▶ **PROBLEM DETAILS**:
For each line of the data below, copy it if it holds the word "stats".

(DATA SUPPLIED Opens)

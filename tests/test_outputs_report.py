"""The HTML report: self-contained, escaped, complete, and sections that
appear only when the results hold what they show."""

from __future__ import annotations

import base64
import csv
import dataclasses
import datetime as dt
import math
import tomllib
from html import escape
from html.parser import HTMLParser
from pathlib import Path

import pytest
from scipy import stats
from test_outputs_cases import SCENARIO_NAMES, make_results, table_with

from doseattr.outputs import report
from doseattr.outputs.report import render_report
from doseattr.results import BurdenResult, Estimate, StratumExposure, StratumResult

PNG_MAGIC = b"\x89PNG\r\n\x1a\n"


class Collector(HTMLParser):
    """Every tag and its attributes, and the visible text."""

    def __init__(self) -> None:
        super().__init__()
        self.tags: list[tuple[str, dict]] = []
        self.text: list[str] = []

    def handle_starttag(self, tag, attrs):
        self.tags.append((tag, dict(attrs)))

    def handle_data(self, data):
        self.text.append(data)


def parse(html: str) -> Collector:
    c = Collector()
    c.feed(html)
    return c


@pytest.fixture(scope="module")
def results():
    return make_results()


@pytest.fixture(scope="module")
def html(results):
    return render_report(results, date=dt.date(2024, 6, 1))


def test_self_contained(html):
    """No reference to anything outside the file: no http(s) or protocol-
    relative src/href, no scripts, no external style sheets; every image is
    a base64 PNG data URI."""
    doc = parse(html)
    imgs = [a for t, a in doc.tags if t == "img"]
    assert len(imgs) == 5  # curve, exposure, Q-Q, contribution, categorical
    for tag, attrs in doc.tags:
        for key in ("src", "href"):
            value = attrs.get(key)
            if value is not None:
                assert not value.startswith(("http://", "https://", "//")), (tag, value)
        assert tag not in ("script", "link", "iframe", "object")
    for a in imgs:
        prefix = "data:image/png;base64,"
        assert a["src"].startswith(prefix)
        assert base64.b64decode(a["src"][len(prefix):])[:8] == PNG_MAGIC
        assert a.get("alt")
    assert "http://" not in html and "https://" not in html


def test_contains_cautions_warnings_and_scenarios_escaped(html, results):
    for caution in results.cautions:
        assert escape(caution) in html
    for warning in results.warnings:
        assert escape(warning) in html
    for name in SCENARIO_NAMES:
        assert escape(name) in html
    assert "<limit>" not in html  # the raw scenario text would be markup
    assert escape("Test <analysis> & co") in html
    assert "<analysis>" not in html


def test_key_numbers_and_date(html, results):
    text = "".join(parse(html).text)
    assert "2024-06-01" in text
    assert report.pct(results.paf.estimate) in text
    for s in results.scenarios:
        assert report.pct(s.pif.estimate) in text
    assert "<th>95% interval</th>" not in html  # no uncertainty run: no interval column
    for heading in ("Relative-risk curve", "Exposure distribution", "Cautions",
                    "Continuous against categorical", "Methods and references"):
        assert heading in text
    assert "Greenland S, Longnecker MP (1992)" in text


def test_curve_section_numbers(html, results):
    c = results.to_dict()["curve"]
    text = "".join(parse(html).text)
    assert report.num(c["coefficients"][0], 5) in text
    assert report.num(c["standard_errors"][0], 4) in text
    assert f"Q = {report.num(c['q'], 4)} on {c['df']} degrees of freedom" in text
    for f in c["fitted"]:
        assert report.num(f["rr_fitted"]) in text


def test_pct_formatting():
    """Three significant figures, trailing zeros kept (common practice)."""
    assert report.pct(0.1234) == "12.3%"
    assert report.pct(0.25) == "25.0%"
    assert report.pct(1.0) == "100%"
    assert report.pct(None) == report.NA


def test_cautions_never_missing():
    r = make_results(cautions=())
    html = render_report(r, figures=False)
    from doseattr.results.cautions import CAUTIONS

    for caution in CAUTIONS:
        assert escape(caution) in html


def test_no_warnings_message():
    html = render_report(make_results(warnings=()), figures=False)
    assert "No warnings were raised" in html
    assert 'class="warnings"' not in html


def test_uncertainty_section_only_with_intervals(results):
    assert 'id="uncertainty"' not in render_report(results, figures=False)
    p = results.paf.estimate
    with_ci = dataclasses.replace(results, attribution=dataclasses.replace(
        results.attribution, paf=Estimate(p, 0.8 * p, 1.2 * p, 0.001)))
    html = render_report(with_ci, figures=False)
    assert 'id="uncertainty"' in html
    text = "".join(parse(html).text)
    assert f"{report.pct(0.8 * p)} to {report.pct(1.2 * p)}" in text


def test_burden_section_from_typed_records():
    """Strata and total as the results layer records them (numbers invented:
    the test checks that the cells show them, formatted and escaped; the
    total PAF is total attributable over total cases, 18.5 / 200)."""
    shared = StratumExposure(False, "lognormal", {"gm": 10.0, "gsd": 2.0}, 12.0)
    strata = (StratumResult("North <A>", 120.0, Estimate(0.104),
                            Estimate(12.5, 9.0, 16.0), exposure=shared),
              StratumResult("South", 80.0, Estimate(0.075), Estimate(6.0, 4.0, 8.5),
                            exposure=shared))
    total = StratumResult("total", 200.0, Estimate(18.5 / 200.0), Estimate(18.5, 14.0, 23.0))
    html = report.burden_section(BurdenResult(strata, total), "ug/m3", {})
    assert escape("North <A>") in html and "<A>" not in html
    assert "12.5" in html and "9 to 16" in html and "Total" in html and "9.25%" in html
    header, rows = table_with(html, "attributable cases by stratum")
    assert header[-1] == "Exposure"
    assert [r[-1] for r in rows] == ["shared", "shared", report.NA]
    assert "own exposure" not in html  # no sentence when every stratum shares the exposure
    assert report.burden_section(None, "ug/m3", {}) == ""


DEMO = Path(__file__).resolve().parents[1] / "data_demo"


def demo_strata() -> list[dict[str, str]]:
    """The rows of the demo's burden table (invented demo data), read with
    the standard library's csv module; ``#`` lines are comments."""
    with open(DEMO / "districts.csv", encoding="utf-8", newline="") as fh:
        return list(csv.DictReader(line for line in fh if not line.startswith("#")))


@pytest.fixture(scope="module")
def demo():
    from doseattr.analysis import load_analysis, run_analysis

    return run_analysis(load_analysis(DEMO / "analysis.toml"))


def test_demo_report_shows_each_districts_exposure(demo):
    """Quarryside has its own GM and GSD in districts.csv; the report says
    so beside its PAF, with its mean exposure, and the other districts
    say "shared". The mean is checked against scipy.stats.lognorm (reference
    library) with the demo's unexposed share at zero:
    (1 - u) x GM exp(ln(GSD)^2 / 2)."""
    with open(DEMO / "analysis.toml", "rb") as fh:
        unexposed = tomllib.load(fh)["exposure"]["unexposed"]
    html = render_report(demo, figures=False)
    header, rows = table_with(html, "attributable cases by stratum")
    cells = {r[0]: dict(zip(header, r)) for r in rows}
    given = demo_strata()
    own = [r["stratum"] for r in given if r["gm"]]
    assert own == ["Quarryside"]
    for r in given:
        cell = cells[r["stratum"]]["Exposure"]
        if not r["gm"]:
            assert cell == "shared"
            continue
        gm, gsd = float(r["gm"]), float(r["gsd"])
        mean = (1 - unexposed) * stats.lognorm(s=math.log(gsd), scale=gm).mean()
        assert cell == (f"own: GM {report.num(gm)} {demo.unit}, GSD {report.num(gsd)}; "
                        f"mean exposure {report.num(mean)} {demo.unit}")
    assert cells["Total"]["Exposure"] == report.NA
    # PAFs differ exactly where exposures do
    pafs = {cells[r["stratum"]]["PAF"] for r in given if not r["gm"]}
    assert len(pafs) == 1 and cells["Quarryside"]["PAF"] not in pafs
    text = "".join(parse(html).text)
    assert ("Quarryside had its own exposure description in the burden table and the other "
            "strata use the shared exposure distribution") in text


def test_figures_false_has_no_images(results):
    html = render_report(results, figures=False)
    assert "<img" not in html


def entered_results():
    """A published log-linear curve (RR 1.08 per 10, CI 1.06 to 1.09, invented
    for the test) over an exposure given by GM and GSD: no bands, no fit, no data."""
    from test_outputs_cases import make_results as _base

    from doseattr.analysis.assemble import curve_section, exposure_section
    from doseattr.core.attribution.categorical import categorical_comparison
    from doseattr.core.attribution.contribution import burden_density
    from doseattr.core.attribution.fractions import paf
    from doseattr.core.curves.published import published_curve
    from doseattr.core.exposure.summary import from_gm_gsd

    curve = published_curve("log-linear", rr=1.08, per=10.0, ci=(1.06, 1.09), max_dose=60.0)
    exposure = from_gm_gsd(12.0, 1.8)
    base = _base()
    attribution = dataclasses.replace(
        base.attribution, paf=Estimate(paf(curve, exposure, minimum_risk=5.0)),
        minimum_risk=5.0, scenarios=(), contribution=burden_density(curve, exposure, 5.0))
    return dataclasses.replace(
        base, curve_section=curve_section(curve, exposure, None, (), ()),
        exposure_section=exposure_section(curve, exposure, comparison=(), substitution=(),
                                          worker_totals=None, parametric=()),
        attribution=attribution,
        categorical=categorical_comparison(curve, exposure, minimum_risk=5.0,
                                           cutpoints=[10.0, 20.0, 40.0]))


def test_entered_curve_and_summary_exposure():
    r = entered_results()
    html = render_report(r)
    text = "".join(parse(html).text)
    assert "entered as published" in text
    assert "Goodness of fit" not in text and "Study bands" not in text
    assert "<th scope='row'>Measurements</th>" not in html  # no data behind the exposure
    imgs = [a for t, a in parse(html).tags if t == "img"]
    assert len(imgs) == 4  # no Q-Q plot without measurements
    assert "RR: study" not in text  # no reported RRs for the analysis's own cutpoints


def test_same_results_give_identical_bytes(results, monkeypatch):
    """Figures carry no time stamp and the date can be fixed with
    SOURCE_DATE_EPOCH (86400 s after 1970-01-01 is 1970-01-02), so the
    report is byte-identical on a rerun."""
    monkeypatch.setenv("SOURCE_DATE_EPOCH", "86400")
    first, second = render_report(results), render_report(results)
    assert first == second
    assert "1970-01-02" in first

(DATA SUPPLIED Closes)

▶ **SOLUTION FOR THIS EXERCISE**:
from scipy import stats
    say "shared". The mean is checked against scipy.stats.lognorm (reference
        mean = (1 - unexposed) * stats.lognorm(s=math.log(gsd), scale=gm).mean()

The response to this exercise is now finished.